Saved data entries

Start of Block

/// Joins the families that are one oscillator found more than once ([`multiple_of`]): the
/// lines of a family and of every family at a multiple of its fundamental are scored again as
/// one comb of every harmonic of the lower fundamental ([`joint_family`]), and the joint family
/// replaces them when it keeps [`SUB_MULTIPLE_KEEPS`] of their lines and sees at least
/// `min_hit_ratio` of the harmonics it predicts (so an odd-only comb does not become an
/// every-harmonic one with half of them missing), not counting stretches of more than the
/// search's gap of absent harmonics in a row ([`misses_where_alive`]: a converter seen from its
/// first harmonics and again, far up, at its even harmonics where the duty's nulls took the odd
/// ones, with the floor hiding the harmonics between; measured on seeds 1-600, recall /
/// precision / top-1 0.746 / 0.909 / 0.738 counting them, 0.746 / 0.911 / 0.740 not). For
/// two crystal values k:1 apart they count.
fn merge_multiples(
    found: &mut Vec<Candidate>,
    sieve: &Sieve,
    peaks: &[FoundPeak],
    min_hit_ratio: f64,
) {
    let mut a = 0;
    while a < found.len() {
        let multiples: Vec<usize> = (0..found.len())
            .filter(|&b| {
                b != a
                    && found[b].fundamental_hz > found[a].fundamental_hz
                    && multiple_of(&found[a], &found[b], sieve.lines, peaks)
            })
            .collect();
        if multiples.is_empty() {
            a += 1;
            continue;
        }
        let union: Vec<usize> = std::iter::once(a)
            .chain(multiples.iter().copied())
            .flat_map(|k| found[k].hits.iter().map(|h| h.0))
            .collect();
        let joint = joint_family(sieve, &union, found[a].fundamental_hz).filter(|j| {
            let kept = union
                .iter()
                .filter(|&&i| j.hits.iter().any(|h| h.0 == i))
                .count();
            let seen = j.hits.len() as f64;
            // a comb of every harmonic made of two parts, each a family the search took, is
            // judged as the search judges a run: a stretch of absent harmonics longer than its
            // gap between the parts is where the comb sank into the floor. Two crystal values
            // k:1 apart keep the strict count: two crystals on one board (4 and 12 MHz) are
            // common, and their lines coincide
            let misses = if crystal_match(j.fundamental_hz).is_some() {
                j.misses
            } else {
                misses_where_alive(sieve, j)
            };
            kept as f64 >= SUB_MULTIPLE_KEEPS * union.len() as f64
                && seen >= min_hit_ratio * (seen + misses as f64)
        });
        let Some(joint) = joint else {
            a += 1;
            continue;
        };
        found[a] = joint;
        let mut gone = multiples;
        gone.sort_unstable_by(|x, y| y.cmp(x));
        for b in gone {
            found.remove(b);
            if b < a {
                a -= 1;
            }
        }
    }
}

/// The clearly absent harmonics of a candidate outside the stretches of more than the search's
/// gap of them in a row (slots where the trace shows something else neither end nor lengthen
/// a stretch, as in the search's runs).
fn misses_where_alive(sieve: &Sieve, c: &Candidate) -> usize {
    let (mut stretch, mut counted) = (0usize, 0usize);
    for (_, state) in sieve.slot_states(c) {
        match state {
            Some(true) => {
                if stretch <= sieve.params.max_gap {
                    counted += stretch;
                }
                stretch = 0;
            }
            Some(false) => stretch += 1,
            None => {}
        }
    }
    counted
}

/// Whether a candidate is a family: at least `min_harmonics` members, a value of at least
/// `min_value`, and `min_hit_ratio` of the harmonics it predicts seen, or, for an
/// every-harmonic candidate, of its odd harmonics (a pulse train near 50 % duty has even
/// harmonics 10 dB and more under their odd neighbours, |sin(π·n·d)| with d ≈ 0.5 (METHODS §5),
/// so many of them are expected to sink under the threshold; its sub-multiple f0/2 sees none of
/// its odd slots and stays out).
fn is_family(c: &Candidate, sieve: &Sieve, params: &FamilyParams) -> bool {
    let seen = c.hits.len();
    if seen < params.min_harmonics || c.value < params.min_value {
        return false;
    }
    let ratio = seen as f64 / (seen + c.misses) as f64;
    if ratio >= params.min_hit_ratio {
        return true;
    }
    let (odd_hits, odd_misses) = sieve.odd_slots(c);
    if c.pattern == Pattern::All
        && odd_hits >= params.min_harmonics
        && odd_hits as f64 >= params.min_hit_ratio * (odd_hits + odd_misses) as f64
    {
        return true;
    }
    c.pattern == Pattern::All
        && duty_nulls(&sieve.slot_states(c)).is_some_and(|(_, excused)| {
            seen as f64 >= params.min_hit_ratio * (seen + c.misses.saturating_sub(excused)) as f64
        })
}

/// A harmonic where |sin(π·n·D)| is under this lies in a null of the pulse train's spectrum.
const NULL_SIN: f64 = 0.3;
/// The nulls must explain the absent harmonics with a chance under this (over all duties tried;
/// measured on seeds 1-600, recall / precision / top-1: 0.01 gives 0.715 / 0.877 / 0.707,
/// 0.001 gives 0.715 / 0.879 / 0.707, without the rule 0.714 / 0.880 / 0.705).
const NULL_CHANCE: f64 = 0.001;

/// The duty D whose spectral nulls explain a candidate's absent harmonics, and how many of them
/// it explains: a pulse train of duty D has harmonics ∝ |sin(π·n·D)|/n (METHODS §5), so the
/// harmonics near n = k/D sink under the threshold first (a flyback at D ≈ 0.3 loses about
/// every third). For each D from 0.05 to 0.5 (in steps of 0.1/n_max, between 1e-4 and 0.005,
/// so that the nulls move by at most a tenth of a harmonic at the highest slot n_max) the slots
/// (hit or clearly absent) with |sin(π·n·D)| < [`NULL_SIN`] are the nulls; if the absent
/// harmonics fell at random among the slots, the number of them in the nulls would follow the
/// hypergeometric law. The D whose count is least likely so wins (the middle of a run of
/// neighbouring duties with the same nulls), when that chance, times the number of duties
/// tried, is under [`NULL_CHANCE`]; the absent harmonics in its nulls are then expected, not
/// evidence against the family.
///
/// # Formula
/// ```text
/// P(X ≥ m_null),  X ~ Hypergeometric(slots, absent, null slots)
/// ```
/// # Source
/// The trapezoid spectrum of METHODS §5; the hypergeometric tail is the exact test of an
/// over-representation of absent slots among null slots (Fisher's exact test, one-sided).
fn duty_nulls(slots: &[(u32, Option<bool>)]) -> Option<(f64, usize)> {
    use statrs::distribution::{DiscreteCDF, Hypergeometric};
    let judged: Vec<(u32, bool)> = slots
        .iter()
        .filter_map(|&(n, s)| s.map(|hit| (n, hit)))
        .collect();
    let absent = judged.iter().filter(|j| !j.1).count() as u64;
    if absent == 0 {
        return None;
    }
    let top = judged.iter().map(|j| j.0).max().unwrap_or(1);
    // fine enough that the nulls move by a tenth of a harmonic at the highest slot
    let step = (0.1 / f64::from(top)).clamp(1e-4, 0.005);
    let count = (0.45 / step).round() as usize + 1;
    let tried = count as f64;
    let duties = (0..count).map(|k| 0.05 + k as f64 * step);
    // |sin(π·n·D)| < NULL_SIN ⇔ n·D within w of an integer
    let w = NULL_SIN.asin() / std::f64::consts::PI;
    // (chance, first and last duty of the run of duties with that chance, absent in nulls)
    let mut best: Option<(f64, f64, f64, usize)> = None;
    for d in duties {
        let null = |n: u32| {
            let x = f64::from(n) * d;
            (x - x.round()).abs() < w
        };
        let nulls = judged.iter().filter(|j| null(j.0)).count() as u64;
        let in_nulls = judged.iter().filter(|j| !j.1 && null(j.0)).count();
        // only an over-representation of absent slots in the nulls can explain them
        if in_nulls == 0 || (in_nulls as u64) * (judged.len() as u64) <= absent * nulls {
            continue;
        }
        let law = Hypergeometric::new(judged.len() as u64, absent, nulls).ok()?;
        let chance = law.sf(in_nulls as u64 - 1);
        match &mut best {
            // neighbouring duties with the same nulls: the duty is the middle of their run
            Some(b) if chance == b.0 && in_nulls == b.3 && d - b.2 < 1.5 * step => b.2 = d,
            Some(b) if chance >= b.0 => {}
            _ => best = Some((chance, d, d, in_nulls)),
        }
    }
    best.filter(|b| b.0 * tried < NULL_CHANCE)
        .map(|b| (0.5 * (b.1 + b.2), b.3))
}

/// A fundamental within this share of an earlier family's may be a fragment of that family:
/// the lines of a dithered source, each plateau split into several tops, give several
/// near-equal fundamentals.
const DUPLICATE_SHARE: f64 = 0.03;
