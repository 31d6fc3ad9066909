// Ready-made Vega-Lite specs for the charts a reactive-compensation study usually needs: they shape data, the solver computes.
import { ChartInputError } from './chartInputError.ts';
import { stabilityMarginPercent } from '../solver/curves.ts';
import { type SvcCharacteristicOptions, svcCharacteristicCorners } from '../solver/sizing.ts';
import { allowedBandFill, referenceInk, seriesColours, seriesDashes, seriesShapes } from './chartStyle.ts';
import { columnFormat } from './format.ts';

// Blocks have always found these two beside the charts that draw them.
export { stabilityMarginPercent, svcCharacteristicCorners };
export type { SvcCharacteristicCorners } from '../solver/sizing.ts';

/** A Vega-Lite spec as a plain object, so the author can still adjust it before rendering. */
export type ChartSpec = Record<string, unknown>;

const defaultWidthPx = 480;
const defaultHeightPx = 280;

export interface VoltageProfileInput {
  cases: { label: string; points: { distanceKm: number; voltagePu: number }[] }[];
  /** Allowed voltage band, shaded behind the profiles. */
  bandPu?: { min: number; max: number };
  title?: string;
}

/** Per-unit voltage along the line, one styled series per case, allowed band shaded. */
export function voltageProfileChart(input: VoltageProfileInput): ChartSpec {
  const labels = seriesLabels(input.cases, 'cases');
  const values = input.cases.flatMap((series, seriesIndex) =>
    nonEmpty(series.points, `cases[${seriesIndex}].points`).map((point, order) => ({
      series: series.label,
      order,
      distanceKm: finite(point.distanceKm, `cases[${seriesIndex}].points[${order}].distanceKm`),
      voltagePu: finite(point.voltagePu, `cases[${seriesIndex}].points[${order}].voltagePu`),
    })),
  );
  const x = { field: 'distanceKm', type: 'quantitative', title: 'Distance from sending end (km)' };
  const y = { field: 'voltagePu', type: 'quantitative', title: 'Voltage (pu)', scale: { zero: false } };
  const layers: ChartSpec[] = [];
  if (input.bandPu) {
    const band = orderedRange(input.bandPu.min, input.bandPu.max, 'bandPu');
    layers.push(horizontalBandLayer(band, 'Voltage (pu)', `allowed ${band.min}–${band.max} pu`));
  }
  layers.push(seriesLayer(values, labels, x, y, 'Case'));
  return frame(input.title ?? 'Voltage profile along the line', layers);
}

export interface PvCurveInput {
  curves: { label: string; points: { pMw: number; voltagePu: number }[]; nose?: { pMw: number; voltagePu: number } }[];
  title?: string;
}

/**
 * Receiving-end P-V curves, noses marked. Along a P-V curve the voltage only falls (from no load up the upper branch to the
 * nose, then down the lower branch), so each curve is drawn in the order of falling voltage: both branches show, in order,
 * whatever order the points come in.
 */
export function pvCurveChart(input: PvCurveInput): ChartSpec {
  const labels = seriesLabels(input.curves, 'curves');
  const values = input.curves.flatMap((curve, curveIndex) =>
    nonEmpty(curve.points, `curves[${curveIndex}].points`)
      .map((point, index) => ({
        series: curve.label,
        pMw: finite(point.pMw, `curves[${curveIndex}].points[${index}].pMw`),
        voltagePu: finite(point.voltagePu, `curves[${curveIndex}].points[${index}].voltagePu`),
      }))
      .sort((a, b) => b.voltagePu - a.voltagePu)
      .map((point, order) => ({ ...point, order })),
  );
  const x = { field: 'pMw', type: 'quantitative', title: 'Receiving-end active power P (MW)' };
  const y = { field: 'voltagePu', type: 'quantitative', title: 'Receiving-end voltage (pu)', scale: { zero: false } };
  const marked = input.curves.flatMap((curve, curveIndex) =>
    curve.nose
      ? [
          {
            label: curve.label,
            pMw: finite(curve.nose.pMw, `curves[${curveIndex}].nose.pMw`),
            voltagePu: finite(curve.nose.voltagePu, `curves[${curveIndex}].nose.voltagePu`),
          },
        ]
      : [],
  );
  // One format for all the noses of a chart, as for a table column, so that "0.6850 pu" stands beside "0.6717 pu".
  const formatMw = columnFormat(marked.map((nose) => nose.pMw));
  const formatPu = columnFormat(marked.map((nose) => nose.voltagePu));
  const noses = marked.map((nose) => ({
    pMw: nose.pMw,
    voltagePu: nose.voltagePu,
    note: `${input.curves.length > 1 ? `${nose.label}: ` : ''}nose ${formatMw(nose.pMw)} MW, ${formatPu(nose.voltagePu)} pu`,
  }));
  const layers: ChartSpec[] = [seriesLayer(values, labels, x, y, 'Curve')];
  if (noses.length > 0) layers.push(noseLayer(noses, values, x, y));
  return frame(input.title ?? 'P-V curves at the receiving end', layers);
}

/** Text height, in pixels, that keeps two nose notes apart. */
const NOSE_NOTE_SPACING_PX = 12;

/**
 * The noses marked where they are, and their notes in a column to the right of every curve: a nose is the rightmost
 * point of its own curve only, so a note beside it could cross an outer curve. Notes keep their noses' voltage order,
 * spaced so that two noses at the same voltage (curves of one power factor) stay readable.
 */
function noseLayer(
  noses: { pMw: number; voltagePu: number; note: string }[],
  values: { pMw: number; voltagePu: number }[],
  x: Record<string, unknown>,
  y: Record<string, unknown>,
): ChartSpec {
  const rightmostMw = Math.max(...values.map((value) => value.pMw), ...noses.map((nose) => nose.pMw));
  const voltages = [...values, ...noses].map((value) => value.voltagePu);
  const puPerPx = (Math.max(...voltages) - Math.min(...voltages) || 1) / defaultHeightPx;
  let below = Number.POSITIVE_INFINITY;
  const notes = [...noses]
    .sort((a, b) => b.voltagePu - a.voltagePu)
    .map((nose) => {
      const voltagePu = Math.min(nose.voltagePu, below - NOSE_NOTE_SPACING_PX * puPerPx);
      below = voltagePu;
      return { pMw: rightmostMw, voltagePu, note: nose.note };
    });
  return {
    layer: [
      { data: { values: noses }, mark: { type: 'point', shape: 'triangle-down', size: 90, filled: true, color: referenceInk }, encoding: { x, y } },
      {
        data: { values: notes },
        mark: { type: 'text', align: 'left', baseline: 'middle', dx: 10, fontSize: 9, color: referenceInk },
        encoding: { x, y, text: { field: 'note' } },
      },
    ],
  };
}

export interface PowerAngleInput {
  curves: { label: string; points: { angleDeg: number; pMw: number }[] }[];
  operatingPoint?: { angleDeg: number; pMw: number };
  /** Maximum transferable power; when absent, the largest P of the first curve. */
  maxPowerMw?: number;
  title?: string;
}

End of Block

_WORK ITEM_
Going through the entries, return every line holding the word "many".

_THE ANSWER_
/// so many of them are expected to sink under the threshold; its sub-multiple f0/2 sees none of
/// The duty D whose spectral nulls explain a candidate's absent harmonics, and how many of them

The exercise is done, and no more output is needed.